You can technically have one of each type of IRA, but these contribution limits apply to your total IRA contributions for the year. It's generally best to favor the account you think will provide you the greatest tax advantages in the long run.

A traditional IRA might be a good fit if you expect your income to drop significantly in retirement. These accounts give you an upfront tax break, but you must pay taxes on your savings when you withdraw money later. If you think you'll be in the same or a higher tax bracket once you retire, a Roth IRA might be better. You'll have to pay taxes on your contributions when you make them, but you won't owe any taxes on your withdrawals in retirement.

2. Health savings accounts (HSAs)

Though health savings accounts (HSAs) are primarily intended for medical savings, you can also stash money here for retirement. You'll get an upfront tax break on your contributions this year, and you can make tax-free medical withdrawals at any age. You can also make non-medical withdrawals, but you will pay taxes on these, plus a 20% penalty if you're under 65.

These accounts are great places to keep money you plan to use for retirement healthcare costs. The government doesn't force you to take required minimum distributions (RMDs) from HSAs like it does from most other accounts. And unlike flexible spending accounts (FSAs), HSAs don't require you to use all your funds by the end of the year.

But not everyone can contribute to an HSA. To qualify, you must have an eligible individual health insurance plan with a deductible of at least $1,500 or a family plan with a deductible of at least $3,000. 

Those who meet these criteria may contribute up to $3,850 in 2023 if they have an individual health insurance plan or $7,750 with a family plan. And those 55 and older can save an extra $1,000 beyond these limits. 

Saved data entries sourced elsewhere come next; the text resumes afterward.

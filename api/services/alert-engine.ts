import { and, asc, desc, eq, gte, inArray, lte, sql } from 'drizzle-orm';
import { describeAlert, type AlertFacts } from '@shared/alerts/describe-alert';
import { evaluateFreeAmmonia } from '@shared/alerts/free-ammonia';
import type { AlertKind, AlertSeverity } from '@shared/alerts/kinds';
import { evaluateLivestock, type LivestockInhabitant } from '@shared/alerts/livestock';
import { evaluateRate } from '@shared/alerts/rate';
import {
  evaluateThreshold,
  initialThresholdState,
  thresholdState,
  type ThresholdState,
} from '@shared/alerts/threshold';
import { findSpecies } from '@shared/livestock/catalogue';
import { parameterCatalogue } from '@shared/parameters/catalogue';
import { limitBreach } from '@shared/parameters/health';
import type { ParameterKey } from '@shared/parameters/keys';
import { limitsInForce } from '@shared/parameters/limits-in-force';
import { rateRuleFromHours } from '@shared/schemas/limits';
import type { ParameterLimits, RateRule } from '@shared/parameters/limits';
import type { ReadingSource } from '@shared/readings/sources';
import { presentStatuses } from '@shared/schemas/livestock-status';
import type { Db } from '../db/client';
import { alertRuleStates, companies, livestock, readings, tankLimits, tanks } from '../db/schema/index';
import { withTankAlerts, type AlertChange, type TankAlertStore, type Tx } from './alert-store';

export interface NewReading {
  parameter: ParameterKey;
  value: number;
  measuredAt: Date;
  source: ReadingSource;
}

/** Device data must stay out of range this long before it opens or escalates an alert (common practice). */
export const deviceDwell = { readings: 3, minutes: 10 } as const;

interface TankContext {
  id: string;
  companyId: string;
  name: string;
  timeZone: string;
  limits: Partial<Record<ParameterKey, ParameterLimits>>;
  /** The tank's own rate rules; a parameter without one uses the catalogue default. */
  rates: Partial<Record<ParameterKey, RateRule>>;
  inhabitants: LivestockInhabitant[];
}

async function loadTank(tx: Tx, tankId: string): Promise<TankContext | null> {
  const [tank] = await tx
    .select({
      id: tanks.id,
      companyId: tanks.companyId,
      name: tanks.name,
      style: tanks.style,
      timeZone: sql<string>`coalesce(${tanks.timeZone}, ${companies.timeZone})`,
    })
    .from(tanks)
    .innerJoin(companies, eq(companies.id, tanks.companyId))
    .where(eq(tanks.id, tankId));
  if (!tank) return null;
  const rows = await tx.select().from(tankLimits).where(eq(tankLimits.tankId, tankId));
  const limits: Partial<Record<ParameterKey, ParameterLimits>> = {};
  for (const [parameter, inForce] of Object.entries(limitsInForce(tank.style, rows)))
    limits[parameter as ParameterKey] = inForce.limits;
  const rates: Partial<Record<ParameterKey, RateRule>> = {};
  for (const row of rows) {
    if (row.rateMaxChange !== null && row.ratePerHours !== null) {
      rates[row.parameter] = rateRuleFromHours({ maxChange: row.rateMaxChange, perHours: row.ratePerHours });
    }
  }
  const animals = await tx
    .select({ speciesId: livestock.catalogueSpeciesId })
    .from(livestock)
    .where(and(eq(livestock.tankId, tankId), inArray(livestock.status, [...presentStatuses])));
  const inhabitants: LivestockInhabitant[] = [];
  for (const { speciesId } of animals) {
    const species = speciesId ? findSpecies(speciesId) : undefined;
    if (!species) continue;
    inhabitants.push({
      speciesId: species.id,
      commonName: species.commonName,
      scientificName: species.scientificName,
      ranges: species.profile.ranges,
    });
  }
  return { ...tank, limits, rates, inhabitants };
}

async function loadState(tx: Tx, tankId: string, ruleKey: string): Promise<ThresholdState> {
  const [row] = await tx
    .select({ state: alertRuleStates.state })
    .from(alertRuleStates)
    .where(and(eq(alertRuleStates.tankId, tankId), eq(alertRuleStates.ruleKey, ruleKey)));
  const parsed = row ? thresholdState.safeParse(row.state) : null;
  return parsed?.success ? parsed.data : initialThresholdState;
}

async function saveState(tx: Tx, tankId: string, ruleKey: string, state: ThresholdState) {
  await tx
    .insert(alertRuleStates)
    .values({ tankId, ruleKey, state })
    .onConflictDoUpdate({ target: [alertRuleStates.tankId, alertRuleStates.ruleKey], set: { state } });
}

interface Transition {
  kind: AlertKind;
  ruleKey: string;
  parameter: ParameterKey | null;
  severity: AlertSeverity;
  facts: AlertFacts;
  value: number | null;
  limit: number | null;
  direction: string | null;
  at: Date;
}

/**
 * Writes one transition through the alert store: opens the alert, or changes the open one.
 * Returns the event id (the outbox entry notifications are planned from), or null for no change.
 */
async function applyTransition(
  store: TankAlertStore,
  tank: TankContext,
  change: Transition,
  type: 'opened' | 'escalated' | 'de-escalated' | 'resolved',
): Promise<string | null> {
  const description = describeAlert(change.facts, { tankName: tank.name, timeZone: tank.timeZone });
  const content: AlertChange = {
    severity: change.severity,
    title: description.title,
    body: description.body,
    value: change.value,
    limitValue: change.limit,
    at: change.at,
  };
  if (type === 'opened') {
    return store.open({
      ...content,
      companyId: tank.companyId,
      kind: change.kind,
      ruleKey: change.ruleKey,
      parameter: change.parameter,
      direction: change.direction,
    });
  }
  const existing = await store.findOpen(change.ruleKey);
  if (!existing) return null;
  if (type === 'escalated') return store.escalate(existing, content);
  if (type === 'de-escalated') return store.deEscalate(existing, content);
  return store.resolve(existing, { at: change.at, change: content });
}

async function evaluateLimit(
  store: TankAlertStore,
  tank: TankContext,
  parameter: ParameterKey,
  batch: NewReading[],
  options: { rejudge?: boolean } = {},
) {
  const ruleKey = `limit:${parameter}`;
  let state = await loadState(store.tx, tank.id, ruleKey);
  // Judging a reading already seen again (the limits changed) means forgetting that it was seen.
  if (options.rejudge) state = { ...state, lastMeasuredAt: null };
  const events: string[] = [];
  const limits = tank.limits[parameter] ?? null;
  const { deadband } = parameterCatalogue[parameter];
  for (const reading of batch) {
    const outcome = evaluateThreshold(state, reading, limits, {
      deadband,
      ...(reading.source === 'device' ? { dwell: deviceDwell } : {}),
    });
    state = outcome.state;
    if (outcome.action === 'none' || !outcome.severity || !outcome.direction || outcome.limit === null)
      continue;
    const transition = (action: 'open' | 'escalate' | 'de-escalate' | 'resolve'): Transition => ({
      kind: 'limit',
      ruleKey,
      parameter,
      severity: outcome.severity!,
      value: reading.value,
      limit: outcome.limit,
      direction: outcome.direction,
      at: reading.measuredAt,
      facts: {
        kind: 'limit',
        action,
        parameter,
        value: reading.value,
        measuredAt: reading.measuredAt,
        source: reading.source,
        severity: outcome.severity!,
        direction: outcome.direction!,
        limit: outcome.limit!,
        concerns: evaluateLivestock(parameter, reading.value, tank.inhabitants),
      },
    });
    if (outcome.action === 'open' && outcome.replacesOpenAlert) {
      const previous = await store.findOpen(ruleKey);
      if (previous)
        events.push(await store.resolve(previous, { at: reading.measuredAt, value: reading.value }));
    }
    const type = (
      { open: 'opened', escalate: 'escalated', 'de-escalate': 'de-escalated', resolve: 'resolved' } as const
    )[outcome.action];
    const id = await applyTransition(store, tank, transition(outcome.action), type);
    if (id) events.push(id);
  }
  await saveState(store.tx, tank.id, ruleKey, state);
  return events;
}

/** Opens while the condition holds, resolves once it is gone; for rules judged on the latest value. */
async function setCondition(
  store: TankAlertStore,
  tank: TankContext,
  change: Transition | null,
  ruleKey: string,
  at: Date,
) {
  const existing = await store.findOpen(ruleKey);
  if (change && !existing) return applyTransition(store, tank, change, 'opened');
  if (change && existing && existing.severity !== change.severity) {
    const rank = { notice: 0, warning: 1, critical: 2 } as const;
    return applyTransition(
      store,
      tank,
      change,
      rank[change.severity] > rank[existing.severity] ? 'escalated' : 'de-escalated',
    );
  }
  if (!change && existing) return store.resolve(existing, { at });
  return null;
}

/**
 * A reading outside what the livestock tolerate opens a livestock alert only while the limits are
 * not broken: once they are, the limit alert owns the cause and names the livestock itself, so one
 * reading never opens two alerts. While a device reading waits out its dwell the livestock alert
 * is left as it is; once the limit alert is open it replaces the livestock one.
 */
async function evaluateLivestockRule(
  store: TankAlertStore,
  tank: TankContext,
  parameter: ParameterKey,
  latest: NewReading,
) {
  const ruleKey = `livestock:${parameter}`;
  const limitAlert = await store.findOpen(`limit:${parameter}`);
  if (limitAlert) {
    const superseded = await store.findOpen(ruleKey);
    return superseded
      ? store.resolve(superseded, {
          at: latest.measuredAt,
          note: `Followed by “${limitAlert.title}”, which names the same livestock.`,
        })
      : null;
  }
  if (limitBreach(latest.value, tank.limits[parameter] ?? null) !== null) return null;
  const concerns = evaluateLivestock(parameter, latest.value, tank.inhabitants);
  const change: Transition | null =
    concerns.length === 0
      ? null
      : {
          kind: 'livestock',
          ruleKey,
          parameter,
          severity: 'warning',
          value: latest.value,
          limit: concerns[0]!.limit,
          direction: concerns[0]!.direction,
          at: latest.measuredAt,
          facts: {
            kind: 'livestock',
            parameter,
            value: latest.value,
            measuredAt: latest.measuredAt,
            concerns,
          },
        };
  return setCondition(store, tank, change, ruleKey, latest.measuredAt);
}

async function evaluateRateRule(
  store: TankAlertStore,
  tank: TankContext,
  parameter: ParameterKey,
  latest: NewReading,
) {
  const rule = tank.rates[parameter] ?? parameterCatalogue[parameter].rateOfChange;
  if (!rule) return null;
  // Twice the rule's period: enough history for evaluateRate to average a slightly long gap.
  const windowStart = new Date(latest.measuredAt.getTime() - 2 * rule.perMs);
  const series = await store.tx
    .select({ value: readings.value, measuredAt: readings.measuredAt })
    .from(readings)
    .where(
      and(
        eq(readings.tankId, tank.id),
        eq(readings.parameter, parameter),
        gte(readings.measuredAt, windowStart),
        lte(readings.measuredAt, latest.measuredAt),
      ),
    )
    .orderBy(asc(readings.measuredAt));
  const outcome = evaluateRate(series, rule);
  const ruleKey = `rate:${parameter}`;
  if (outcome.breach) {
    return applyTransition(
      store,
      tank,
      {
        kind: 'rate',
        ruleKey,
        parameter,
        severity: 'warning',
        value: latest.value,
        limit: rule.maxChange,
        direction: outcome.breach.direction,
        at: latest.measuredAt,
        facts: { kind: 'rate', parameter, breach: outcome.breach, rule },
      },
      'opened',
    );
  }
  return outcome.settled ? setCondition(store, tank, null, ruleKey, latest.measuredAt) : null;
}

/** Free ammonia needs the pH and temperature (and salinity) measured closest before the ammonia test. */
async function evaluateFreeAmmoniaRule(store: TankAlertStore, tank: TankContext, latest: NewReading) {
  const nearest = async (parameter: ParameterKey) => {
    const [row] = await store.tx
      .select({ value: readings.value })
      .from(readings)
      .where(
        and(
          eq(readings.tankId, tank.id),
          eq(readings.parameter, parameter),
          lte(readings.measuredAt, latest.measuredAt),
        ),
      )
      .orderBy(desc(readings.measuredAt))
      .limit(1);
    return row?.value ?? null;
  };
  const [pH, tempC, salinity] = [
    await nearest('ph'),
    await nearest('temperature'),
    await nearest('salinity'),
  ];
  if (pH === null || tempC === null) return null;
  const outcome = evaluateFreeAmmonia(latest.value, pH, tempC, salinity ?? 0);
  const ruleKey = 'free-ammonia:ammonia';
  const change: Transition | null =
    outcome.severity === null
      ? null
      : {
          kind: 'free-ammonia',
          ruleKey,
          parameter: 'ammonia',
          severity: outcome.severity,
          value: outcome.freeAmmonia,
          limit: outcome.limit,
          direction: 'high',
          at: latest.measuredAt,
          facts: {
            kind: 'free-ammonia',
            totalAmmonia: latest.value,
            pH,
            tempC,
            freeAmmonia: outcome.freeAmmonia,
            severity: outcome.severity,
            measuredAt: latest.measuredAt,
          },
        };
  return setCondition(store, tank, change, ruleKey, latest.measuredAt);
}

/**
 * Runs every rule that a batch of new readings can trigger, for one tank, in one transaction
 * serialised per tank (an advisory lock), so two batches cannot open the same alert twice.
 * Call it after the readings are committed. Returns the new alert events (the outbox).
 */
export async function evaluateNewReadings(
  db: Db,
  tankId: string,
  batch: readonly NewReading[],
): Promise<string[]> {
  if (batch.length === 0) return [];
  return withTankAlerts(db, tankId, async (store) => {
    const tank = await loadTank(store.tx, tankId);
    if (!tank) return [];
    const events: string[] = [];
    const byParameter = new Map<ParameterKey, NewReading[]>();
    for (const reading of batch)
      byParameter.set(reading.parameter, [...(byParameter.get(reading.parameter) ?? []), reading]);
    for (const [parameter, list] of byParameter) {
      list.sort((a, b) => a.measuredAt.getTime() - b.measuredAt.getTime());
      const latest = list.at(-1)!;
      events.push(...(await evaluateLimit(store, tank, parameter, list)));
      for (const id of [
        await evaluateLivestockRule(store, tank, parameter, latest),
        await evaluateRateRule(store, tank, parameter, latest),
        parameter === 'ammonia' ? await evaluateFreeAmmoniaRule(store, tank, latest) : null,
      ]) {
        if (id) events.push(id);
      }
    }
    return events;
  });
}

/**
 * After a tank's limits change: each parameter's latest reading is judged again against the limits
 * now in force, so an alert the old limits opened closes (or a newly crossed limit opens one) at
 * once instead of at the next reading. Returns the new alert events.
 */
export async function rejudgeLatestReadings(
  db: Db,
  tankId: string,
  latest: readonly NewReading[],
): Promise<string[]> {
  if (latest.length === 0) return [];
  return withTankAlerts(db, tankId, async (store) => {
    const tank = await loadTank(store.tx, tankId);
    if (!tank) return [];
    const events: string[] = [];
    for (const reading of latest) {
      events.push(...(await evaluateLimit(store, tank, reading.parameter, [reading], { rejudge: true })));
    }
    return events;
  });
}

3. Self-employed retirement accounts

Those who earn money through a side hustle or their own business can save money in a self-employed retirement account. There are several options, including:

Each account has its own rules, so review these carefully before deciding which to use. But they all have fairly high contribution limits, so it may be possible for you to save even more with one of these than you could with a 401(k). Keep in mind that you still can't set aside more money than you've earned during the year.

4. Taxable brokerage accounts

Taxable brokerage accounts aren't retirement accounts and don't provide the same tax benefits, so they may not be your best option for all your savings. However, they have a few distinct advantages over the other accounts listed here.

First, there are no rules on how much you can contribute to a taxable brokerage account. If you have the extra cash, you can invest it here for your future, regardless of how you earned it.

Second, you can take your money out at any time without penalty. Most retirement accounts make you wait until you're age 59 1/2 if you want to withdraw your funds penalty-free.

One of these accounts could make sense for you if you've already maxed out the other accounts you're eligible for. It's also a good fit for those who plan to retire early and want savings they can tap before 59 1/2. 

You can also save using more than one of the above accounts. Consider all the options you're eligible for, and weigh the pros and cons of each. Then, open the account(s) you decide on if you don't already have them, and choose how much you'd like to contribute each month. See if you can set up automatic transfers if possible so you don't have to remember to make them on your own.